def Quantity(unit: str, example: str, *constraints: object, plausible: tuple[float, float] | None = None,
             shown_unit: str | None = None, magnitude: bool = False) -> object:
    """A float field that also accepts a string with SI prefix and unit."""
    schema = {
        "anyOf": [
            {"type": "number"},
            {"type": "string", "pattern": _QUANTITY_PATTERN},
        ],
        "examples": [example],
    }
    # Annotated[(…)] with a tuple: the same as listing the items, and valid on Python 3.10
    extra: tuple[object, ...] = ()
    if plausible is not None:
        extra = (Plausible(plausible[0], plausible[1], shown_unit if shown_unit is not None else unit, magnitude),)
    return Annotated[(float, BeforeValidator(_parser(unit)), *constraints, *extra, WithJsonSchema(schema))]


def _temperature(value: object) -> float:
    """A temperature must say its unit: '27C' or '300K'.  A plain number is
    refused, because a designer reads it as °C and SI as kelvin."""
    text = value if isinstance(value, str) else None
    if text is not None and text.strip().upper().endswith(("C", "K")):
        return _parser("C")(text)
    if isinstance(value, bool) or not isinstance(value, (str, int, float)):
        return parse_quantity(value, "C")  # the same message as any other field
    raise UnitError(f"'{shown(value)}' needs a unit: write {shown(value)}C (°C) or {shown(value)}K (kelvin)")


def _whole(value: object) -> object:
    """A count: a whole number, never a boolean, never beyond 10⁹."""
    if isinstance(value, bool):
        raise UnitError(f"'{value}' is a boolean, not a number")
    if isinstance(value, str) and len(value.strip()) > 12:
        raise UnitError(f"'{shown(value)}' is too large for a count (at most 1e9)")
    if isinstance(value, int) and abs(value) > 10**9:
        raise UnitError(f"'{shown(value)}' is too large for a count (at most 1e9)")
    return value


def _line_of_text(value: object) -> object:
    if isinstance(value, str) and not value.isprintable():
        raise UnitError(f"'{shown(value)}' holds a control character or an invalid one")
    return value


Current = Quantity("A", "10uA", Gt(0), plausible=(1e-12, 0.1))
NonNegCurrent = Quantity("A", "1uA", Ge(0), plausible=(0.0, 0.1))
Resistance = Quantity("ohm", "10kohm", Gt(0), plausible=(0.1, 1e9), shown_unit="Ω")
VoltMeter = Quantity("V*m", "5mV*um", Ge(0), plausible=(0.0, 1e-7), shown_unit="V·m")
FractionMeter = Quantity("%*m", "1%*um", Ge(0), plausible=(0.0, 1e-6), shown_unit="·m")
Area = Quantity("m^2", "4um^2", Gt(0), plausible=(1e-16, 1e-6), shown_unit="m²")
SignedVoltage = Quantity("V", "20mV", plausible=(0.0, 10.0), magnitude=True)
SignedFraction = Quantity("%", "-10%", Gt(-1), plausible=(-0.9, 10.0), shown_unit="%")
PerKelvin = Quantity("1/K", "50ppm/K", plausible=(0.0, 0.01), magnitude=True, shown_unit="/K")
SignedVoltagePerKelvin = Quantity("V/K", "-1mV/K", plausible=(0.0, 0.01), magnitude=True)
Distance = Quantity("m", "1.5mm", Ge(0), plausible=(0.0, 0.1))
PositiveVoltage = Quantity("V", "3.3V", Gt(0), plausible=(1e-3, 100.0))
Voltage = Quantity("V", "1.5V", plausible=(0.0, 100.0), magnitude=True)
NonNegVoltage = Quantity("V", "0.3V", Ge(0), plausible=(0.0, 1.0))
Fraction = Quantity("%", "1%", Ge(0), plausible=(0.0, 1.0), shown_unit="%")
PositiveFraction = Quantity("%", "5%", Gt(0), plausible=(0.0, 1.0), shown_unit="%")
PositiveNumber = Quantity("1", "3", Gt(0), plausible=(0.0, 10.0), shown_unit="")
Positive = Quantity("1", "120", Gt(0), plausible=(1e-3, 1e4), shown_unit="")
NonNegative = Quantity("1", "3", Ge(0), plausible=(0.0, 10.0), shown_unit="")
Length = Quantity("m", "1um", Gt(0), plausible=(1e-8, 1e-2))
Transconductance = Quantity("A/V^2", "200uA/V^2", Gt(0), plausible=(1e-7, 1e-2), shown_unit="A/V²")
InverseVoltage = Quantity("1/V", "0.05/V", Ge(0), plausible=(0.0, 10.0), shown_unit="/V")
EnergyEV = Quantity("eV", "1.11eV", Gt(0), plausible=(0.1, 5.0))
# A die between -100 °C and 250 °C covers cold labs, automotive and downhole parts.
DIE_TEMPERATURES = (173.15, 523.15)
SaturationCurrent = Quantity("A", "1e-17A", Gt(0), plausible=(1e-24, 1e-9))
# β and V_A have no practical upper bound: very large values make ideal devices
Beta = Quantity("1", "120", Gt(0), plausible=(1.0, 1e15), shown_unit="")
EarlyVoltage = Quantity("V", "60V", Gt(0), plausible=(0.5, 1e15))
Ratio = Quantity("1", "2", Gt(0), plausible=(1e-6, 1e6), shown_unit="")
Exponent = Quantity("1", "-1.5", plausible=(0.0, 5.0), magnitude=True, shown_unit="")
PerKelvin2 = Quantity("1", "1e-6", plausible=(0.0, 1e-3), magnitude=True, shown_unit="/K²")
Kelvin = Quantity("K", "2K", plausible=(0.0, 100.0), magnitude=True)
Count = Annotated[int, BeforeValidator(_whole), Gt(0), Le(10**9), Plausible(1, 1e6, "")]
Temperature = Annotated[
    float,
    BeforeValidator(_temperature),
    Plausible(*DIE_TEMPERATURES, "K"),
    PlainSerializer(lambda k: f"{k - ZERO_CELSIUS:.6g}C", return_type=str),
    WithJsonSchema({"anyOf": [{"type": "number"}, {"type": "string"}], "examples": ["27C", "300K"]}),
]
Name = Annotated[str, Field(min_length=1, max_length=200), BeforeValidator(_line_of_text)]


class _Strict(BaseModel):
    # extra="forbid": a misspelt key is an error, never silently ignored.
    model_config = ConfigDict(extra="forbid", frozen=True, populate_by_name=True)


class BjtModel(_Strict):
    """A bipolar device model (Gummel–Poon without parasitics)."""

    kind: Literal["npn", "pnp"] = Field(description="npn sinks current to ground, pnp sources it from the supply")
    is_: SaturationCurrent = Field(alias="is", description="saturation current IS of one unit device at tnom")
    beta: Beta = Field(description="forward current gain BF at tnom")
    early: Optional[EarlyVoltage] = Field(
        default=None,
        description="forward Early voltage VAF (omit for none: infinite output resistance)",
    )
    xti: NonNegative = Field(default=3.0, description="IS temperature exponent XTI (SPICE default 3)")
    eg: EnergyEV = Field(default=1.11, description="band gap EG for the IS temperature law, eV (SPICE default 1.11)")
    xtb: NonNegative = Field(default=0.0, description="BF temperature exponent XTB (SPICE default 0)")
    tnom: Temperature = Field(default=300.15, description="temperature at which the parameters are given (default 27C)")
    area: Optional[Area] = Field(default=None, description="emitter area of one unit device (for the matching law)")
    a_is_pair: Optional[FractionMeter] = Field(
        default=None, description="σ(ΔIS/IS) of a PAIR of devices × √(emitter area), e.g. 2%*um (Pelgrom-style)"
    )
    a_is_single: Optional[FractionMeter] = Field(
        default=None, description="σ(ΔIS/IS) of ONE device × √(emitter area) (= pair value / √2)"
    )

    @property
    def vaf(self) -> float:
        """Early voltage, infinite when not given."""
        return float("inf") if self.early is None else self.early


class MosModel(_Strict):
    """A MOS device model (square law with channel-length modulation, SPICE level 1).

    Parameters are taken as valid at the plan temperature.
    """

    kind: Literal["nmos", "pmos"] = Field(description="nmos sinks current to ground, pmos sources it from the supply")
    kp: Transconductance = Field(description="transconductance parameter KP = µ·Cox, A/V²")
    vth: PositiveVoltage = Field(description="threshold voltage magnitude VTO")
    lambda_: InverseVoltage = Field(default=0.0, alias="lambda", description="channel-length modulation λ, 1/V")
    w: Length = Field(description="gate width of one unit device")
    l: Length = Field(description="gate length of one unit device")  # noqa: E741
    tnom: Temperature = Field(default=300.15, description="temperature at which kp and vth are given (default 27C)")
    vth_tc: SignedVoltagePerKelvin = Field(default=0.0, description="threshold temperature coefficient d|VT|/dT, V/K")
    mobility_exp: Exponent = Field(default=-1.5, description="kp ∝ (T/tnom)^mobility_exp (default −1.5)")
    a_vt_pair: Optional[VoltMeter] = Field(
        default=None, description="Pelgrom A_VT: σ(ΔVT) of a PAIR × √(WL), e.g. 5mV*um (Pelgrom et al. 1989)"
    )
    a_vt_single: Optional[VoltMeter] = Field(default=None, description="σ(VT) of ONE device × √(WL) (= pair / √2)")
    a_beta_pair: Optional[FractionMeter] = Field(default=None, description="Pelgrom A_β: σ(Δβ/β) of a PAIR × √(WL)")
    a_beta_single: Optional[FractionMeter] = Field(default=None, description="σ(Δβ/β) of ONE device × √(WL)")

__Task directions__
If a line in the data holds the string "VoltMeter", copy that line.

__Response area__
VoltMeter = Quantity("V*m", "5mV*um", Ge(0), plausible=(0.0, 1e-7), shown_unit="V·m")
    a_vt_pair: Optional[VoltMeter] = Field(
    a_vt_single: Optional[VoltMeter] = Field(default=None, description="σ(VT) of ONE device × √(WL) (= pair / √2)")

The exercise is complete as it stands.